*TASK OBJECTIVE:*
Exactly the lines from the opening of the data through the line containing "export const FIT_ADVISED_GAUGINGS = 12;" should be reproduced, please, with nothing added.

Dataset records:
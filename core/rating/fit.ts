import { tryJohnsonOffset } from './johnson';
import { logLineAt } from './log-regression';
import { scanThenBrent } from './minimize';
import type { GaugingPoint, RatingSegment } from './types';
import { requireFinite } from './validate';

/** Options of fitRating: offset_m (m) fixes the gauge height of zero flow (e.g. a surveyed control). */
export interface FitRatingOptions {
  offset_m?: number;
}

/** A fitted rating segment with its statistics; percentages are of the rated discharge. */
export interface RatingFit {
  /** The fitted segment; fromStage_m is the offset, so it applies over the whole range of stage. */
  segment: RatingSegment;
  /** 100 × √(Σ(ln Q_i − ln Q̂_i)²/(n − p)), in percent; p = 3 with a fitted offset, 2 with a fixed one. */
  standardError_pct: number;
  /** 100·(Q_meas − Q_rating)/Q_rating for each gauging, in input order. */
  deviations_pct: number[];
  /** Plain sentences about things that do not stop the fit. */
  warnings: string[];
  /** Whether the offset was searched for (true) or fixed by the caller (false). */
  offsetFitted: boolean;
  /** n − p. */
  degreesOfFreedom: number;
  /** Lowest and highest gauged stage, m. */
  gaugedRange_m: [number, number];
  /** Johnson's three-point offset (m) as a cross-check, when the gaugings give one. */
  johnsonOffset_m?: number;
}

/** Fewest gaugings a rating should rest on before fitRating stops warning (ISO 18320 guidance, from memory). */
export const FIT_ADVISED_GAUGINGS = 12;
/** Usual range of the exponent for natural controls (Rantz et al. 1982, from memory). */
export const USUAL_EXPONENT_RANGE: readonly [number, number] = [1.3, 3.0];
/** Offsets are searched from min stage − this × stage span up to just below the lowest stage. */
export const OFFSET_SEARCH_SPANS = 10;
const OFFSET_NEAREST_FRACTION = 1e-6;
const GRID_POINTS = 48;
const OUTLIER_FLOOR_LN = 1e-6;

function validatePoints(points: readonly GaugingPoint[]): void {
  if (!Array.isArray(points)) throw new RangeError('fitRating needs an array of gaugings');
  points.forEach((p, i) => {
    requireFinite('fitRating', `stage_m at index ${i}`, p?.stage_m);
    requireFinite('fitRating', `discharge_m3s at index ${i}`, p?.discharge_m3s);
    if (!(p.discharge_m3s > 0)) {
      throw new RangeError(
        `fitRating needs discharges > 0 m³/s to fit in log space; gauging at index ${i} has ${p.discharge_m3s} m³/s`,
      );
    }
  });
}

/**
 * Fits Q = C·(h − e)^b to gaugings in log space. Without options.offset_m, e is found by Brent's
 * method on the log-space sum of squares over ln(min h − e), bracketed by a grid scan and seeded with
 * Johnson's estimate; for each trial e, C and b come from linear least squares.
 */
export function fitRating(points: readonly GaugingPoint[], options: FitRatingOptions = {}): RatingFit {
  validatePoints(points);
  const n = points.length;
  const distinct = new Set(points.map((p) => p.stage_m)).size;
  if (distinct < 3) throw new RangeError(`fitRating needs at least 3 distinct stages; got ${distinct}`);
  const fixed = options.offset_m !== undefined;
  const p = fixed ? 2 : 3;
  if (n <= p) {
    throw new RangeError(
      `fitRating needs at least ${p + 1} gaugings to ${fixed ? 'fit C and b' : 'fit C, b and the offset'} and estimate the standard error (n − ${p} degrees of freedom); got ${n}`,
    );
  }
  const stage = new Float64Array(n);
  const lnQ = new Float64Array(n);
  const scratch = new Float64Array(n);
  let minH = Infinity;
  let maxH = -Infinity;
  for (let i = 0; i < n; i++) {
    stage[i] = points[i].stage_m;
    lnQ[i] = Math.log(points[i].discharge_m3s);
    minH = Math.min(minH, stage[i]);
    maxH = Math.max(maxH, stage[i]);
  }
  const warnings: string[] = [];
  const johnson = tryJohnsonOffset(points);
  const johnsonOffset_m = 'offset_m' in johnson ? johnson.offset_m : undefined;

  let offset: number;
  if (fixed) {
    offset = options.offset_m as number;
    requireFinite('fitRating', 'offset_m', offset);
    if (!(offset < minH)) {
      throw new RangeError(`fitRating needs offset_m below the lowest gauged stage ${minH} m; got ${offset} m`);
    }
  } else {
    // Search t = ln(min h − e): equal steps in t are equal relative steps in the distance to zero flow,
    // which is how the log-space fit responds to the offset.
    const span = maxH - minH;
    const tLo = Math.log(span * OFFSET_NEAREST_FRACTION);
    const tHi = Math.log(span * OFFSET_SEARCH_SPANS);
    const sseAt = (t: number): number => logLineAt(stage, lnQ, minH - Math.exp(t), scratch).sse;
    // Johnson's estimate seeds the scan when it falls inside the range.
    const tJ = johnsonOffset_m !== undefined ? Math.log(minH - johnsonOffset_m) : NaN;
    const t = scanThenBrent(sseAt, tLo, tHi, GRID_POINTS, tJ > tLo && tJ < tHi ? [tJ] : []);
    offset = minH - Math.exp(t);
    const edge = 1e-6 * (tHi - tLo);
    if (t - tLo <= edge) {
      warnings.push(
        `The offset ended at the top of its search range, just below the lowest gauged stage ${minH} m; it is poorly determined by these gaugings, so consider fixing it from a survey of the control.`,
      );
    } else if (tHi - t <= edge) {
      warnings.push(
        `The offset ended at the bottom of its search range (${OFFSET_SEARCH_SPANS} stage spans below the lowest gauging); it is poorly determined by these gaugings, so consider fixing it from a survey of the control.`,
      );
    }
  }

  const line = logLineAt(stage, lnQ, offset, scratch);
  if (!(line.exponent > 0)) {
    throw new RangeError(
      `fitRating needs gaugings whose discharge rises with stage; the fitted exponent is ${line.exponent.toPrecision(4)}`,
    );
  }
  const coefficient = Math.exp(line.lnCoefficient);
  const dof = n - p;
  const se = Math.sqrt(line.sse / dof);
  const deviations_pct: number[] = [];
  for (let i = 0; i < n; i++) {
    const rated = coefficient * Math.pow(stage[i] - offset, line.exponent);
    deviations_pct.push((100 * (points[i].discharge_m3s - rated)) / rated);
  }

  if (n < FIT_ADVISED_GAUGINGS) {
    warnings.push(`Only ${n} gaugings; at least ${FIT_ADVISED_GAUGINGS} spread over the range of stage are advised for a rating.`);
  }
  const [bLow, bHigh] = USUAL_EXPONENT_RANGE;
  if (line.exponent < bLow || line.exponent > bHigh) {
    warnings.push(
      `The fitted exponent ${line.exponent.toFixed(2)} is outside the usual range ${bLow}–${bHigh.toFixed(1)} for natural controls; check the offset and the gaugings.`,
    );
  }
  for (let i = 0; i < n; i++) {
    const residual = lnQ[i] - line.lnCoefficient - line.exponent * Math.log(stage[i] - offset);
    // The floor keeps rounding-level residuals of near-exact data from being called outliers.
    if (Math.abs(residual) > Math.max(2 * se, OUTLIER_FLOOR_LN)) {
      const d = deviations_pct[i];
      warnings.push(
        `The gauging at index ${i} (stage ${stage[i].toFixed(3)} m, ${points[i].discharge_m3s.toPrecision(4)} m³/s) deviates by ${d > 0 ? '+' : ''}${d.toFixed(1)} % from the fit, more than 2 standard errors.`,
      );
    }
  }

  return {
    segment: { fromStage_m: offset, coefficient, offset_m: offset, exponent: line.exponent },
    standardError_pct: 100 * se,
    deviations_pct,
    warnings,
    offsetFitted: !fixed,
    degreesOfFreedom: dof,
    gaugedRange_m: [minH, maxH],
    ...(johnsonOffset_m !== undefined ? { johnsonOffset_m } : {}),
  };
}
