/** Least-squares line ln Q = lnC + b·ln(h − e) for one offset, and its log-space sum of squared residuals. */
export interface LogLine {
  lnCoefficient: number;
  exponent: number;
  /** Σ (ln Q_i − lnC − b·ln(h_i − e))², dimensionless. */
  sse: number;
}

/**
 * Closed-form least squares in log space for a fixed offset_m (m), which must be below every stage:
 * x_i = ln(h_i − e), y_i = ln Q_i (lnQ given), b = Sxy/Sxx, lnC = ȳ − b·x̄. Needs two distinct stages.
 * `x` is scratch space of the same length, so a search over offsets allocates nothing per trial.
 */
export function logLineAt(stage_m: Float64Array, lnQ: Float64Array, offset_m: number, x: Float64Array): LogLine {
  const n = stage_m.length;
  let sx = 0;
  let sy = 0;
  for (let i = 0; i < n; i++) {
    const xi = Math.log(stage_m[i] - offset_m);
    x[i] = xi;
    sx += xi;
    sy += lnQ[i];
  }
  const mx = sx / n;
  const my = sy / n;
  let sxx = 0;
  let sxy = 0;
  for (let i = 0; i < n; i++) {
    const dx = x[i] - mx;
    sxx += dx * dx;
    sxy += dx * (lnQ[i] - my);
  }
  const b = sxy / sxx;
  // Summing the residuals directly (not Syy − b·Sxy) keeps the tiny sums of exact data accurate,
  // which the offset search needs to resolve its minimum.
  let sse = 0;
  for (let i = 0; i < n; i++) {
    const r = lnQ[i] - my - b * (x[i] - mx);
    sse += r * r;
  }
  return { lnCoefficient: my - b * mx, exponent: b, sse };
}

*ANSWER SPACE:*
filename core/rating/fit.ts
import { tryJohnsonOffset } from './johnson';
import { logLineAt } from './log-regression';
import { scanThenBrent } from './minimize';
import type { GaugingPoint, RatingSegment } from './types';
import { requireFinite } from './validate';

/** Options of fitRating: offset_m (m) fixes the gauge height of zero flow (e.g. a surveyed control). */
export interface FitRatingOptions {
  offset_m?: number;
}

/** A fitted rating segment with its statistics; percentages are of the rated discharge. */
export interface RatingFit {
  /** The fitted segment; fromStage_m is the offset, so it applies over the whole range of stage. */
  segment: RatingSegment;
  /** 100 × √(Σ(ln Q_i − ln Q̂_i)²/(n − p)), in percent; p = 3 with a fitted offset, 2 with a fixed one. */
  standardError_pct: number;
  /** 100·(Q_meas − Q_rating)/Q_rating for each gauging, in input order. */
  deviations_pct: number[];
  /** Plain sentences about things that do not stop the fit. */
  warnings: string[];
  /** Whether the offset was searched for (true) or fixed by the caller (false). */
  offsetFitted: boolean;
  /** n − p. */
  degreesOfFreedom: number;
  /** Lowest and highest gauged stage, m. */
  gaugedRange_m: [number, number];
  /** Johnson's three-point offset (m) as a cross-check, when the gaugings give one. */
  johnsonOffset_m?: number;
}

/** Fewest gaugings a rating should rest on before fitRating stops warning (ISO 18320 guidance, from memory). */
export const FIT_ADVISED_GAUGINGS = 12;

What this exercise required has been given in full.